What is Perrigo (PRGO) paying its Interim CEO Albert Manzone?

Perrigo will pay Interim CEO Albert A. Manzone an annual base salary of $1,270,000. He is also eligible for a one-time cash bonus of $250,000, subject to board-approved performance metrics and specific timing conditions described in the agreement.

How long is Albert Manzone’s interim CEO term at Perrigo (PRGO)?

Albert Manzone’s interim CEO term runs from June 7, 2026 through December 31, 2026. If a permanent CEO is not appointed by then, the company may extend his employment month-to-month for up to 90 additional days on the same pay terms.

What equity grant does Perrigo’s Interim CEO receive under the 2026 plan?

Perrigo’s Interim CEO receives a one-time special restricted stock unit grant with a grant-date fair value of $2,500,000. The award is granted under the Perrigo Company plc 2026 Long-Term Incentive Plan with vesting tied to time, permanent CEO hiring, or change-of-control termination.

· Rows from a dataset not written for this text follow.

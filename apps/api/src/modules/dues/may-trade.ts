import { AppError } from '../../errors/app-error';
import type { User } from '../../models';
import { getSetting } from '../club/club.service';
import { isPaidUp } from './paid-up';

const PAID_UP_NEEDED = {
  list: 'The club asks for a paid-up membership before gear is listed. Pay your dues, then publish; your draft is kept.',
  message:
    'The club asks for a paid-up membership before members message sellers. Pay your dues on the Dues page, then send your message again.',
} as const;

/**
 * Throws FORBIDDEN when the club's trading policy (`listingRequiresPaidUp`, an admin setting) is on and the actor
 * is not paid up: it covers publishing a listing and opening a conversation with a seller.
 */
export async function assertMayTrade(
  actor: User,
  action: keyof typeof PAID_UP_NEEDED,
  at = new Date(),
) {
  if (!(await getSetting('listingRequiresPaidUp'))) return;
  if (!(await isPaidUp(actor.id, at))) throw new AppError('FORBIDDEN', PAID_UP_NEEDED[action]);
}
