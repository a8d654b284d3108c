/**
 * Print rules for the plan card: only the card prints, on one A4 or letter page, without the site's
 * header, navigation and footer. Scoped to the plan screen by being rendered only there.
 */
const PRINT_CSS = `
@media print {
  @page { size: auto; margin: 12mm; }
  #root > div > header, #root > div > footer, #root > div > a { display: none !important; }
  #root main { padding: 0 !important; }
  #root main h1 { display: none !important; }
  html, body { background: #fff !important; }
  [data-plan-card] { box-shadow: none !important; border: 1px solid #000 !important; break-inside: avoid; font-size: 10.5pt; }
  [data-plan-card] * { color: #000 !important; }
}
`;

/** Adds the plan card's print rules to the page while the plan screen is shown. */
export function PrintStyles() {
  return <style>{PRINT_CSS}</style>;
}
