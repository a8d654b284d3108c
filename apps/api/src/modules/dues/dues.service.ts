import { Op, type Transaction } from 'sequelize';
import type { DuesQuoteDto, MyDuesDto } from '@app/shared';
import { formatDate } from '@app/shared/locale';
import { Membership, MembershipPlan, Payment, Refund, User } from '../../models';
import { getSetting } from '../club/club.service';
import {
  duesStatus,
  fiscalYearOf,
  paidUpOn,
  toIsoDate,
  type DuesCalendar,
  type QuoteResult,
} from './calendar';
import { owedOn, type Owed } from './owed';
import { toPaymentDto, toPlanDto } from './dues.presenter';

/** The club's dues calendar setting. */
export const duesCalendar = (transaction?: Transaction): Promise<DuesCalendar> =>
  getSetting('duesCalendar', transaction);

const KIND_REASON: Record<QuoteResult['kind'], string> = {
  join: 'New membership, from joining to the end of the fiscal year',
  renewal: 'Renewal for the next fiscal year',
  'catch-up': 'Dues for this fiscal year',
  rejoin: 'Rejoining for this fiscal year',
};

/** The quote as the member and treasurer see it (from `owedOn`), or null when nothing is owed. */
export function describeQuote(q: Owed | null, plan: MembershipPlan): DuesQuoteDto | null {
  if (!q) return null;
  const lines = [
    {
      label: `${plan.name} dues, ${formatDate(q.coversFrom)} to ${formatDate(q.coversTo)}`,
      amountMinor: q.duesMinor,
    },
    ...(q.lateFeeMinor > 0
      ? [
          {
            label: `Late fee (more than ${plan.graceDays} days past due)`,
            amountMinor: q.lateFeeMinor,
          },
        ]
      : []),
  ];
  return {
    planId: plan.id,
    planName: plan.name,
    currency: plan.currency,
    amountMinor: q.totalMinor,
    lines,
    coversFrom: q.coversFrom,
    coversTo: q.coversTo,
    reason: KIND_REASON[q.kind],
  };
}

const paymentIncludes = [
  { model: User, as: 'user' },
  { model: MembershipPlan, as: 'plan' },
  { model: Refund, as: 'refunds' },
];

/** Everything the member's dues page shows. */
export async function getMyDues(actor: User, now = new Date()): Promise<MyDuesDto> {
  const cal = await duesCalendar();
  const today = toIsoDate(now);
  const [membership, plans, payments] = await Promise.all([
    Membership.findOne({
      where: { userId: actor.id },
      include: [{ model: MembershipPlan, as: 'plan' }],
    }),
    MembershipPlan.findAll({ where: { active: true }, order: [['amountMinor', 'DESC']] }),
    Payment.findAll({
      where: { userId: actor.id, status: { [Op.ne]: 'pending' } },
      include: paymentIncludes,
      order: [['createdAt', 'DESC']],
      limit: 20,
    }),
  ]);
  const plan = membership?.plan;
  return {
    fiscalYear: fiscalYearOf(today, cal),
    membership:
      membership && plan
        ? {
            planId: plan.id,
            planName: plan.name,
            joinedOn: membership.joinedOn,
            paidThrough: membership.paidThrough,
          }
        : null,
    status: membership && plan ? duesStatus(membership, plan.graceDays, today, cal) : null,
    paidUp: !!membership && !!plan && paidUpOn(membership.paidThrough, plan.graceDays, today),
    quote: membership && plan ? describeQuote(owedOn(membership, plan, today, cal), plan) : null,
    offers: membership?.paidThrough
      ? []
      : plans.flatMap((p) => {
          const offer = describeQuote(
            owedOn({ paidThrough: null, joinedOn: membership?.joinedOn ?? today }, p, today, cal),
            p,
          );
          return offer ? [offer] : [];
        }),
    plans: plans.map(toPlanDto),
    payments: payments.map(toPaymentDto),
  };
}
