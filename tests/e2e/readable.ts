import type { Page } from 'playwright-core';

/** One thing on a screen a person should not have to decode. */
export interface Unreadable {
  kind: 'iso-date' | 'minor-units' | 'repeated-grade';
  text: string;
}

const SYMBOLS = '€$£¥';
const CODES = 'EUR|USD|GBP|CAD|AUD|NZD|CHF|DKK|SEK|NOK|JPY';
const ISO_DATE = /\b\d{4}-\d{2}-\d{2}\b/g;
// A currency sign or code right before or after a bare integer: no grouping mark, no decimals. A sign that
// starts the next amount ("2026 €120.00") is not read as the end of the year before it.
const SIGN_THEN_INTEGER = new RegExp(
  `(?:[${SYMBOLS}]|\\b(?:${CODES})\\b)\\s?(\\d+)(?!\\d|[.,]\\d)`,
  'g',
);
const INTEGER_THEN_SIGN = new RegExp(
  `(?<![\\d.,])(\\d+)\\s?(?:[${SYMBOLS}]|\\b(?:${CODES})\\b)(?!\\s?\\d)`,
  'g',
);
// Money words next to a bare integer of four digits or more: "amount 6000", "the 12000 expected".
const MONEY_WORD_THEN_INTEGER =
  /\b(?:amount|amounts|total|expected|price|fee|balance)\s+(?:of\s+|was\s+|is\s+)?(\d{4,})\b(?![.,]\d)/gi;
const INTEGER_THEN_MONEY_WORD =
  /(?<![\d.,])\b(\d{4,})\s+(?:expected|due|owed|charged|refunded)\b/gi;
// On one line: a field label "Chain grade" above a list whose first choice is "Grade 30" is not a repeat.
const REPEATED_GRADE = /\bgrade[ \t\u00a0]+grade\b/gi;

/**
 * What in `text` a person would have to decode: ISO dates, money amounts in minor units (only checked when
 * the club's currency has decimals, `currencyDigits` > 0: a bare integer of 1000 or more beside a currency
 * sign or code or a money word), and a grade named twice ("grade Grade 43").
 */
export function findUnreadable(text: string, currencyDigits: number): Unreadable[] {
  const found: Array<Unreadable & { at: number }> = [];
  const around = (index: number, length: number) =>
    text.slice(Math.max(0, index - 30), index + length + 30).replace(/\s+/g, ' ');
  for (const m of text.matchAll(ISO_DATE))
    found.push({ kind: 'iso-date', text: around(m.index, m[0].length), at: m.index });
  if (currencyDigits > 0) {
    const seen = new Set<number>(); // one finding per number, however many patterns see it
    for (const re of [
      SIGN_THEN_INTEGER,
      INTEGER_THEN_SIGN,
      MONEY_WORD_THEN_INTEGER,
      INTEGER_THEN_MONEY_WORD,
    ])
      for (const m of text.matchAll(re)) {
        const at = m.index + m[0].indexOf(m[1] ?? '');
        if (Number(m[1]) < 1000 || seen.has(at)) continue;
        seen.add(at);
        found.push({ kind: 'minor-units', text: around(m.index, m[0].length), at });
      }
  }
  for (const m of text.matchAll(REPEATED_GRADE))
    found.push({ kind: 'repeated-grade', text: around(m.index, m[0].length), at: m.index });
  return found.sort((a, b) => a.at - b.at).map(({ kind, text: t }) => ({ kind, text: t }));
}

/**
 * The page's visible text as a person reads it: `document.body.innerText` (hidden elements left out), which
 * never includes what is typed in inputs; option labels of selects are read like any other text.
 */
export function visibleText(page: Page): Promise<string> {
  return page.evaluate(() => document.body.innerText);
}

When do Albert Manzone’s RSUs at Perrigo (PRGO) vest?

The special restricted stock units vest upon the earlier of one year, the hiring of a permanent CEO, or termination of employment in connection with a change of control. These vesting triggers align his interim service with leadership transition or corporate control events.

What happens to Albert Manzone’s pay if Perrigo hires a new CEO early?

If Perrigo appoints a new CEO before the fixed term ends, Manzone still receives full base salary and benefits for the entire fixed term. He would move into an alternative role for the remainder, maintaining economic terms through December 31, 2026.

Does Perrigo (PRGO) disclose the full interim CEO employment agreement?

Yes. Perrigo files the complete employment agreement with Albert Manzone as Exhibit 10.1. The agreement, effective July 3, 2026, is incorporated by reference and provides detailed legal terms beyond the summarized compensation highlights in the report.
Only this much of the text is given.